10 Steps to Clean Boating

  1. Become environmentally active - Understand how clean water and a healthy environment help us all to enjoy better boating, swimming and fishing. Decide to be part of the solution, not the problem.

  2. Know your environment - Read about and observe the diversity of nature around you: marsh, beach, shellfish, fish, birds, bottom life. Become familiar with the environment regulations of your state and marina, boatyard or yacht.
  3. Know your boat - Find every source of potential pollution from your boat, and understand that each is quite easy to control. Common types of pollution include: engine oil drips into the bilge, trash tossed or blown overboard, fuel squirts out of the fuel tank vent, or overflows when topping off.
  4. Prevent boat pollution from happening - It is always easier to prevent problems than to clean them up. Make a list of pollutants you can control, and what will be done. It may be helpful to post the list for your crew and guests to read. A briefing by the captain, before casting off, is the simplest, cheapest and most effective way to prevent boat pollution.
  5. Litter control - Have trash and recycling bags handy. Bring back what you take out. Recycle as much as possible. Trash and litter spoil boating for everyone, so urge other boats to also pick it up and bring it back. Ask smokers to put butts in ashtrays, not to flick them overboard. Speak out when someone forgets; ask them to pick up whatever they tossed, even if it means coming about and retrieving a drifting sandwich bag.
  6. Fuel and oil spills - Install a fuel/air separator on your boat's vent line of the built-in fuel tank. Keep an inexpensive petroleum absorption pad/pillow tied down in the bilge to catch any oil drops. When a small fuel spill happens, sop it up with an absorption pad; if gasoline, as a safety measure, let the pad air out on deck until dry. Recycle all used engine oil and antifreeze/coolant.
  7. Sewage - No one's favorite subject, but it still needs control. If you use a portable toilet, take it ashore and empty it into a toilet or a special portable toilet dump station in the marina. If your toilet is a MSD Type I or II flow-through treatment type, keep it working properly. If it is a holding tank MSD Type III, pump it out regularly, but never overboard; Y valves can only legally be used on salt water if beyond three miles offshore - never on fresh water.
  8. Boat cleaning - Use minimal amounts of chemical cleaners. Buy only those rated as "green", or biodegradable; avoid cleaners with dangerous warnings about skin or eye contact. Whenever sanding tops or bottoms, don't let the chips and dust fall on the ground to be eventually washed into the water; rent a dustless sander for a faster, cleaner job.

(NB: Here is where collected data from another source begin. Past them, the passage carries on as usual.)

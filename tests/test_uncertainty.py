"""Monte Carlo propagation: intervals, consistency of totals, seeds."""

from __future__ import annotations

import numpy as np
import pytest
from scipy import stats

from doseattr.core.attribution.fractions import paf
from doseattr.core.attribution.scenarios import Cap
from doseattr.core.curves.base import Curve
from doseattr.core.curves.linear import LinearExcess
from doseattr.core.curves.loglinear import LogLinear
from doseattr.core.exposure.base import Exposure
from doseattr.core.exposure.empirical import empirical
from doseattr.core.exposure.registry import FAMILIES
from doseattr.core.uncertainty.propagate import Stratum, point_values, propagate
from doseattr.core.uncertainty.summary import summarise


def gamma_exposure():
    return Exposure(FAMILIES["gamma"], np.array([2.0, 3.0]), 0.1)


def test_interval_matches_monotone_transform_of_coefficient():
    """Only the slope varies and PAF(b) = 1 - 1/E[exp(b min(X, D))] is
    increasing in b (the integrand increases pointwise), so the percentiles
    of PAF draws are PAF at the percentiles of the slope draws, and those
    converge to PAF(b_hat +- 1.96 se) (normal quantiles, scipy.stats.norm).
    Monte Carlo error of a 2.5% sample quantile with D draws is about
    sqrt(p(1-p)/D)/phi(z) se (asymptotic variance of sample quantiles)."""
    b, se = 0.08, 0.02
    curve = Curve(LogLinear(), np.array([b]), np.array([[se**2]]), max_dose=25.0)
    ex = gamma_exposure()
    d = 20_000
    prop = propagate(curve, [Stratum("all", 100.0, ex)], [], draws=d,
                     rng=np.random.default_rng(11), minimum_risk=(0.0, 0.0), sources=("curve",))
    draws = prop.paf[0]
    z = stats.norm.ppf(0.975)
    mc_err = np.sqrt(0.025 * 0.975 / d) / stats.norm.pdf(z) * se
    for q, sign in [(0.025, -1), (0.975, 1)]:
        lo_b, hi_b = b + sign * z * se - 4 * mc_err, b + sign * z * se + 4 * mc_err
        bracket = sorted(paf(Curve(LogLinear(), np.array([v]), np.eye(1), max_dose=25.0), ex, minimum_risk=0.0)
                         for v in (lo_b, hi_b))
        assert bracket[0] <= np.quantile(draws, q) <= bracket[1]
    # exact monotone-transform identity at the sample quantiles (order statistics)
    slopes = np.random.default_rng(11).multivariate_normal([b], [[se**2]], size=d, method="eigh")[:, 0]
    k = int(0.975 * (d - 1))
    assert np.sort(draws)[k] == pytest.approx(
        paf(Curve(LogLinear(), np.array([np.sort(slopes)[k]]), np.eye(1), max_dose=25.0), ex, minimum_risk=0.0), rel=1e-10)


def test_totals_are_sums_of_strata_draw_by_draw():
    """Total attributable cases are the within-draw sum over strata, and the
    overall PAF is total attributable over total cases (definition)."""
    curve = Curve(LinearExcess(), np.array([0.05]), np.array([[0.0001]]), max_dose=30.0)
    shared = gamma_exposure()
    own = Exposure(FAMILIES["lognormal"], np.array([4.0, 2.0]))
    strata = [Stratum("north", 120.0, shared), Stratum("south", 80.0, shared),
              Stratum("east", 40.0, own)]
    prop = propagate(curve, strata, [Cap(5.0, name="cap")], draws=500,
                     rng=np.random.default_rng(3), minimum_risk=(0.0, 2.0))
    assert prop.total_attributable == pytest.approx(prop.attributable.sum(axis=0), rel=1e-14)
    assert prop.total_paf == pytest.approx(prop.attributable.sum(axis=0) / prop.cases.sum(axis=0))
    assert np.all(prop.pif["cap"] <= prop.paf + 1e-15)
    # strata sharing an exposure share its draws
    assert np.array_equal(prop.paf[0], prop.paf[1])


def test_same_seed_same_draws_and_other_seed_differs():
    curve = Curve(LinearExcess(), np.array([0.05]), np.array([[0.0001]]))
    strata = [Stratum("a", 10.0, gamma_exposure())]
    def run(seed):
        return propagate(curve, strata, [], draws=200, rng=np.random.default_rng(seed),
                                     minimum_risk=(0.0, 1.0)).paf
    assert np.array_equal(run(5), run(5))
    assert not np.array_equal(run(5), run(6))


def test_point_values_equal_core_paf():
    """point_values is the PAF at the point estimates (same engine as paf())."""
    curve = Curve(LinearExcess(), np.array([0.05]), np.array([[0.0001]]))
    ex = gamma_exposure()
    pv = point_values(curve, [Stratum("a", 50.0, ex)], [], 1.0)
    assert pv.paf[0, 0] == pytest.approx(paf(curve, ex, minimum_risk=1.0), rel=1e-14)
    assert pv.attributable[0, 0] == pytest.approx(50.0 * paf(curve, ex, minimum_risk=1.0), rel=1e-14)


def test_no_source_gives_zero_width():
    curve = Curve(LinearExcess(), np.array([0.05]), np.array([[0.0001]]))
    prop = propagate(curve, [Stratum("a", 50.0, gamma_exposure())], [], draws=100,
                     rng=np.random.default_rng(0), minimum_risk=(1.0, 1.0), sources=())
    s = summarise(0.0, prop.paf[0])
    assert s.upper - s.lower == 0.0


def test_poisson_cases_mean_and_variance():
    """Poisson case draws have mean and variance equal to the observed count
    (Poisson distribution); checked within 5 Monte Carlo standard errors."""
    curve = Curve(LinearExcess(), np.array([0.05]), np.array([[0.0001]]))
    prop = propagate(curve, [Stratum("a", 400.0, gamma_exposure())], [], draws=4000,
                     rng=np.random.default_rng(9), minimum_risk=(0.0, 0.0), sources=("cases",))
    c = prop.cases[0]
    assert abs(c.mean() - 400) < 5 * np.sqrt(400 / 4000)
    assert c.var(ddof=1) == pytest.approx(400, rel=0.1)


def test_exposure_draws_follow_fit_covariance():
    """Draws of the internal parameters have the fit's covariance (sample
    covariance within Monte Carlo error, numpy.cov as reference)."""
    from doseattr.core.exposure.fit import fit_measurements
    from doseattr.core.uncertainty.sampling import exposure_draws
    data = stats.lognorm(s=0.7, scale=5.0).rvs(size=80, random_state=np.random.default_rng(2))
    ex = fit_measurements(FAMILIES["lognormal"], data)
    dr = exposure_draws(ex, 20_000, np.random.default_rng(4))
    theta = ex.family.to_internal(dr.params)
    assert np.cov(theta.T) == pytest.approx(ex.fit.cov_internal, rel=0.05, abs=1e-4)


def test_empirical_bootstrap_interval_contains_point():
    x = stats.gamma(2.0, scale=3.0).rvs(size=60, random_state=np.random.default_rng(8))
    ex = empirical(x)
    curve = Curve(LinearExcess(), np.array([0.05]), np.array([[0.0]]))
    prop = propagate(curve, [Stratum("a", 10.0, ex)], [], draws=400,
                     rng=np.random.default_rng(1), minimum_risk=(0.0, 0.0), sources=("exposure",))
    s = summarise(paf(curve, ex, minimum_risk=0.0), prop.paf[0])
    assert s.lower < s.estimate < s.upper


def test_poisson_draws_with_no_cases_keep_the_total_paf_finite():
    """With tiny expected counts some Poisson draws have zero cases in every
    stratum; the total PAF there is not a ratio of cases and falls back to
    the stratum PAFs weighted by mean cases (here one stratum: its PAF)."""
    curve = Curve(LinearExcess(), np.array([0.05]), np.array([[0.0001]]))
    prop = propagate(curve, [Stratum("a", 0.3, gamma_exposure())], [], draws=300,
                     rng=np.random.default_rng(2), minimum_risk=(0.0, 0.0), sources=("cases",))
    assert np.any(prop.total_cases == 0)
    assert np.all(np.isfinite(prop.total_paf))
    assert prop.total_paf == pytest.approx(prop.paf[0], rel=1e-12)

  9. Help clean dirty waterways and shores - Look around the marina and where you like to go boating. Tell the marina manager about any problems you observe. Can you do something to clean and improve the environment? Is there litter that can be picked up, or problems which need the attention of others? Invite other boaters to help you clean up a shore or beach.
  10. Tell others how boating waters are getting cleaner - Yes, they really are cleaner in most places in America. But this only happens when we take responsibility for our share of pollution. Talk with other boaters about the importance of clean boating.